I have NAS box that I want to use to store my iTunes music.  Even though I know the IP address to the NAS, I always have issues trying to connect to it from my mac running OS X 10.5.4.  The only way that I have been able to find and connect to is is when one of my Windows machines is turned on at which point I can see them from within the finder as a shared folder.  Can anyone suggest an easier way to find and connect to the NAS without turning any of the Window boxes on?

TIA

Javier


----------



## ElDiabloConCaca (Jul 10, 2008)

You can use the NAS's IP address to connect to it from the Mac.

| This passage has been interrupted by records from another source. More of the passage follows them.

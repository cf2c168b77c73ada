package org.shutline.cli;

public final class Main {
    public static void main(String[] args) {
        System.out.println("shutline");
    }
}
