package org.shutline.cli;

import java.io.PrintWriter;
import java.nio.file.Path;
import java.util.concurrent.Callable;
import org.shutline.io.InputException;
import org.shutline.model.Progress;
import org.shutline.topology.Topology;
import picocli.CommandLine.Command;
import picocli.CommandLine.Option;
import picocli.CommandLine.Parameters;
import picocli.CommandLine.Spec;
import picocli.CommandLine.Model.CommandSpec;

/**
 * {@code shutline check NETWORK [--mapping FILE] [--format text|json]}: reads the
 * network, builds its topology with the tolerances of the mapping file (else the defaults) and prints a
 * {@link CheckReport}. Exit 0 when there is no ERROR (or CRITICAL) finding, 1 when there
 * is, 2 when the input cannot be read (the message goes to stderr, no stack trace).
 */
@Command(name = "check", mixinStandardHelpOptions = true,
    description = "Check a network (GeoPackage or shapefile folder): counts per layer and system, and findings.")
public final class CheckCommand implements Callable<Integer> {
    /** Output formats. */
    public enum Format { text, json }

    @Spec
    private CommandSpec spec;

    @Parameters(index = "0", paramLabel = "NETWORK", description = "a .gpkg file or a folder of shapefiles")
    private Path network;

    @Option(names = "--mapping", paramLabel = "FILE", description = "field-mapping file (YAML)")
    private Path mapping;

    @Option(names = "--format", defaultValue = "text", description = "text or json (default: ${DEFAULT-VALUE})")
    private Format format;

    @Override
    public Integer call() {
        PrintWriter out = spec.commandLine().getOut();
        PrintWriter err = spec.commandLine().getErr();
        Topology t;
        try {
            t = NetworkInput.read(network, mapping, Progress.NONE);
        } catch (InputException e) {
            return NetworkInput.badInput(err, e.getMessage());
        }
        CheckReport r = CheckReport.of(t.network(), t.findings());
        out.print(format == Format.json ? r.toJson() : r.toText());
        out.flush();
        return r.exitCode();
    }
}
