package org.shutline.cli;

import java.awt.BasicStroke;
import java.awt.Color;
import java.awt.Font;
import java.awt.Graphics2D;
import java.awt.RenderingHints;
import java.awt.Shape;
import java.awt.image.BufferedImage;
import java.io.IOException;
import java.nio.file.Path;
import javax.imageio.ImageIO;
import org.locationtech.jts.awt.ShapeWriter;
import org.locationtech.jts.geom.Geometry;
import org.shutline.analysis.RiskTables;
import org.shutline.io.AtomicFiles;
import org.shutline.model.Caution;
import org.shutline.model.Network;
import org.shutline.render.MapOverlays;
import org.shutline.render.MapPainter;
import org.shutline.render.MapScene;
import org.shutline.render.MapStyle;
import org.shutline.render.Viewport;

/**
 * A PNG map of the segment outage table: the base map ({@link MapPainter}, light
 * style), then every valve segment's pipe drawn over it in a colour of a sequential
 * ramp by the services an isolation there puts off (classes 0, 1-9, 10-49, 50-199,
 * 200 and more; pale to dark, and wider with the class so the order reads without
 * colour), a legend and the caution. Written to a temporary file and moved into place.
 */
final class RiskMap {
    static final long[] BREAKS = {1, 10, 50, 200};
    static final Color[] RAMP = {new Color(0xD8, 0xD0, 0x90), new Color(0xF0, 0xC0, 0x60), new Color(0xE0, 0x80, 0x30),
        new Color(0xB8, 0x40, 0x20), new Color(0x6A, 0x10, 0x18)};
    static final String[] LABELS = {"0", "1 - 9", "10 - 49", "50 - 199", "200 and more"};

    private RiskMap() {}

    static int classOf(long servicesOff) {
        int c = 0;
        while (c < BREAKS.length && servicesOff >= BREAKS[c]) c++;
        return c;
    }

    static void write(Network net, RiskTables tables, int width, int height, Path out) throws IOException {
        BufferedImage img = new BufferedImage(width, height, BufferedImage.TYPE_INT_RGB);
        Graphics2D g = img.createGraphics();
        try {
            MapScene scene = new MapScene(net);
            int mapH = height - 40;
            Viewport v = Viewport.fitting(scene.extent(), width, mapH, 30);
            new MapPainter(scene, MapStyle.LIGHT).paint(g, v, MapOverlays.NONE);
            g.setRenderingHint(RenderingHints.KEY_ANTIALIASING, RenderingHints.VALUE_ANTIALIAS_ON);
            ShapeWriter sw = new ShapeWriter((src, dest) -> dest.setLocation(v.screenX(src.x), v.screenY(src.y)));
            for (int k = 0; k < RAMP.length; k++) {
                g.setColor(RAMP[k]);
                g.setStroke(new BasicStroke(2f + k, BasicStroke.CAP_ROUND, BasicStroke.JOIN_ROUND));
                for (RiskTables.SegmentRow r : tables.segments()) {
                    if (classOf(r.servicesOff()) != k) continue;
                    Geometry geom = tables.segmentGeometry(r.segment());
                    Shape shape = sw.toShape(geom);
                    g.draw(shape);
                }
            }
            legend(g);
            g.setColor(Color.WHITE);
            g.fillRect(0, mapH, width, height - mapH);
            g.setColor(Color.DARK_GRAY);
            g.setFont(new Font(Font.SANS_SERIF, Font.PLAIN, 11));
            g.drawString(Caution.SHORT, 10, mapH + 24);
        } finally {
            g.dispose();
        }
        AtomicFiles.write(out, os -> {
            if (!ImageIO.write(img, "png", os)) throw new IOException("no PNG writer in this Java runtime");
        });
    }

    private static void legend(Graphics2D g) {
        int x = 12, y = 12, w = 230, h = 26 + 18 * RAMP.length;
        g.setColor(new Color(255, 255, 255, 230));
        g.fillRect(x, y, w, h);
        g.setColor(Color.DARK_GRAY);
        g.drawRect(x, y, w, h);
        g.setFont(new Font(Font.SANS_SERIF, Font.BOLD, 11));
        g.drawString("Services off if the segment is isolated", x + 8, y + 16);
        g.setFont(new Font(Font.SANS_SERIF, Font.PLAIN, 11));
        for (int k = 0; k < RAMP.length; k++) {
            int yy = y + 30 + 18 * k;
            g.setColor(RAMP[k]);
            g.setStroke(new BasicStroke(2f + k, BasicStroke.CAP_ROUND, BasicStroke.JOIN_ROUND));
            g.drawLine(x + 10, yy, x + 50, yy);
            g.setColor(Color.DARK_GRAY);
            g.drawString(LABELS[k], x + 60, yy + 4);
        }
    }
}
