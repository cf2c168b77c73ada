/**
 * Command-line entry points: {@link org.shutline.cli.Main} and one class per
 * subcommand ({@code check}, {@code generate}; more are added beside them). The same
 * engine as the window; output as text or JSON (docs/cli.md). Exit codes: 0 done,
 * 1 the check found errors, 2 unreadable input or a wrong command line.
 */
package org.shutline.cli;
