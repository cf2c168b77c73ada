package org.shutline.cli;

import java.nio.file.Path;
import org.shutline.app.AnalysisSettings;
import org.shutline.app.Workspace;
import org.shutline.io.InputException;
import org.shutline.model.Progress;

/** Opens a network (with an optional mapping file) for the commands, through {@link Workspace#open}. */
final class NetworkInput {
    private NetworkInput() {}

    /** Reports a user's input problem on stderr (message only, no stack trace) and gives exit code 2. */
    static int badInput(java.io.PrintWriter err, String message) {
        err.println(message);
        err.flush();
        return 2;
    }

    /**
     * Opens the network for a command other than {@code check}: the error-level
     * findings are reported through {@link DataErrors} (one line on stderr, exit 1), and a
     * network with no usable main (none active with a geometry, after the read skipped what
     * it had to) is refused with an {@link InputException} (exit 2) naming the file.
     */
    static Workspace load(Path network, Path mapping, AnalysisSettings settings, Progress progress) throws InputException {
        Workspace w = Workspace.open(network, mapping, settings, progress);
        DataErrors.record(w.network().sourceName(), w.findings());
        if (w.usableMains() == 0) {
            long errors = DataErrors.countsByCode(w.findings()).values().stream().mapToInt(Integer::intValue).sum();
            throw new InputException("no usable mains in " + network + ": " + w.network().mains().size()
                    + " main(s) read, none active with a geometry" + (errors > 0 ? " (" + errors + " error finding(s) from the read)" : "")
                    + "; nothing to trace. Run `shutline check " + network + "` for the reasons.");
        }
        return w;
    }
}
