package org.shutline.cli;

import java.io.IOException;
import java.nio.file.DirectoryStream;
import java.nio.file.Files;
import java.nio.file.Path;
import java.util.ArrayList;
import java.util.Collection;
import java.util.LinkedHashMap;
import java.util.List;
import java.util.Map;
import org.shutline.io.InputException;
import picocli.CommandLine;
import picocli.CommandLine.Model.ArgSpec;
import picocli.CommandLine.Model.OptionSpec;
import picocli.CommandLine.Model.PositionalParamSpec;

/**
 * The one check, run for every command before it reads or writes anything, that no
 * command writes over a file it reads in the same run, and that its output folder can
 * take the files.
 *
 * <p>Inputs are every path given on the command line except the outputs: each
 * {@link Path} option or parameter (with mixins: network, {@code --mapping},
 * {@code --settings}, a plan, {@code export --plan}) other than {@code --out} and a
 * parameter labelled {@code OUT}. A folder given as an input (a shapefile folder)
 * stands for every file in it. Outputs are what a command that implements
 * {@link Writes} says it may write. Paths are compared by their real path
 * ({@link Path#toRealPath}: links and {@code ..} resolved, so two names of one file
 * match); an output that does not exist yet by the real path of its nearest existing
 * folder and the rest of its name. A match is an {@link InputException} (exit 2)
 * naming the command, the output and the input, before anything is written.
 *
 * <p>The output folder: a regular file given as the folder, or an existing folder that
 * cannot be written (or whose nearest existing parent cannot be, when it is to be
 * made), is refused the same way.
 */
final class WriteGuard {
    private WriteGuard() {}

    /** A command that writes files: the files it may write in this run (a superset is fine) and the folder they go into. */
    interface Writes {
        /** The files this run may write, as given (relative to the working folder or absolute). */
        List<Path> outputs();

        /** The folder the files go into, with the option that names it (for messages), or null when the outputs name no folder. */
        default Path outputFolder() {
            return null;
        }

        /** How the user named the output folder, e.g. {@code --out}. */
        default String outputOption() {
            return "--out";
        }
    }

    /**
     * Checks the parsed command line (the innermost subcommand decides); throws
     * {@link InputException} when an output is an input or the output folder is unusable.
     */
    static void check(CommandLine.ParseResult parsed) throws InputException {
        CommandLine.ParseResult p = parsed;
        while (true) {
            if (p.isUsageHelpRequested() || p.isVersionHelpRequested()) return;
            if (!p.hasSubcommand()) break;
            p = p.subcommand();
        }
        Object command = p.commandSpec().userObject();
        if (!(command instanceof Writes w)) return;
        String name = p.commandSpec().name();
        Path folder = w.outputFolder();
        if (folder != null) checkFolder(name, w.outputOption(), folder);
        Map<Path, Path> inputs = inputs(p.matchedArgs());
        for (Path out : w.outputs()) {
            Path real = realOrPlanned(out);
            Path in = inputs.get(real);
            if (in != null) {
                throw new InputException(name + ": refusing to write " + out + ": it is an input " + describe(in) + " read by this command ("
                        + in + "); nothing was written. Choose another " + w.outputOption() + (folder == null ? "" : " folder")
                        + " or move the input.");
            }
        }
    }

    /** Every input path of the matched arguments, by real path, with the name the user gave. */
    static Map<Path, Path> inputs(Collection<ArgSpec> args) {
        Map<Path, Path> m = new LinkedHashMap<>();
        for (ArgSpec a : args) {
            if (isOutput(a)) continue;
            for (Path given : paths(a.getValue())) {
                if (Files.isDirectory(given)) {
                    try (DirectoryStream<Path> ds = Files.newDirectoryStream(given)) {
                        for (Path f : ds) m.putIfAbsent(realOrPlanned(f), f);
                    } catch (IOException e) {
                        // an unreadable folder: the command's own read reports it; nothing in it can be matched
                    }
                }
                m.putIfAbsent(realOrPlanned(given), given);
            }
        }
        return m;
    }

    private static boolean isOutput(ArgSpec a) {
        if (a instanceof OptionSpec o) return List.of(o.names()).contains("--out");
        return a instanceof PositionalParamSpec pp && "OUT".equals(pp.paramLabel());
    }

    private static List<Path> paths(Object v) {
        List<Path> out = new ArrayList<>();
        if (v instanceof Path p) {
            out.add(p);
        } else if (v instanceof Collection<?> c) {
            for (Object o : c) {
                if (o instanceof Path p) out.add(p);
            }
        } else if (v instanceof Path[] ps) {
            out.addAll(List.of(ps));
        }
        return out;
    }

    /** The real path of {@code p}, or for a path not there yet the real path of its nearest existing folder with the rest of the name. */
    static Path realOrPlanned(Path p) {
        Path abs = p.toAbsolutePath().normalize();
        Path rest = abs.getFileSystem().getPath("");
        for (Path at = abs; at != null; at = at.getParent()) {
            try {
                return at.toRealPath().resolve(rest).normalize();
            } catch (IOException e) {
                // not there (or not reachable): try the parent
            }
            if (at.getFileName() != null) rest = at.getFileName().resolve(rest);
        }
        return abs;
    }

    private static String describe(Path in) {
        return Files.isDirectory(in) ? "folder" : "file";
    }

    private static void checkFolder(String command, String option, Path folder) throws InputException {
        if (Files.exists(folder) && !Files.isDirectory(folder)) {
            throw new InputException(command + ": " + option + " " + folder + " is a file, not a folder; give a folder"
                    + " (it is made when missing)");
        }
        Path existing = folder.toAbsolutePath().normalize();
        while (existing != null && !Files.exists(existing)) existing = existing.getParent();
        if (existing == null) return;
        if (!Files.isDirectory(existing)) {
            throw new InputException(command + ": " + option + " " + folder + " cannot be made: " + existing + " is a file");
        }
        if (!Files.isWritable(existing)) {
            throw new InputException(command + ": " + option + " " + folder + ": "
                    + (existing.equals(folder.toAbsolutePath().normalize()) ? "the folder" : "the folder " + existing)
                    + " is not writable here; give a folder you can write to");
        }
    }
}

What protocols does the NAS support?  SMB/CIFS?  AFP?  AppleTalk?  NFS?  FTP?


----------



## nemac (Jul 10, 2008)

It supports FTP, SMB, CIFS, as well as NFS Network protocol.  The box in question is from the Promise Technology Inc model number NS4300n.  It is connected via an ethernet cable to my Linksys wireless router.

Javier


----------



## nemac (Jul 10, 2008)

Thanks for the hint.  I used the "Connect" to server command and fed it the IP address.  It asked me for my user id and password and I was in.

Thank a million!

Javier


----------



## spursfan1965 (Apr 18, 2010)

i have a similar problem im using a freecom nas drive i cant get it to show up on the network using my mac mini 10.6.2 snow leopard even trying the ip address in connect to dont find it but typing the ip in safari it connects to it so i no its there any ideas


----------



## ElDiabloConCaca (Apr 18, 2010)

In the "Connect to Server..." dialog, you can specify just an IP address, which will try to connect via AFP by default.  If your NAS doesn't support AFP, then you're out of luck using that method.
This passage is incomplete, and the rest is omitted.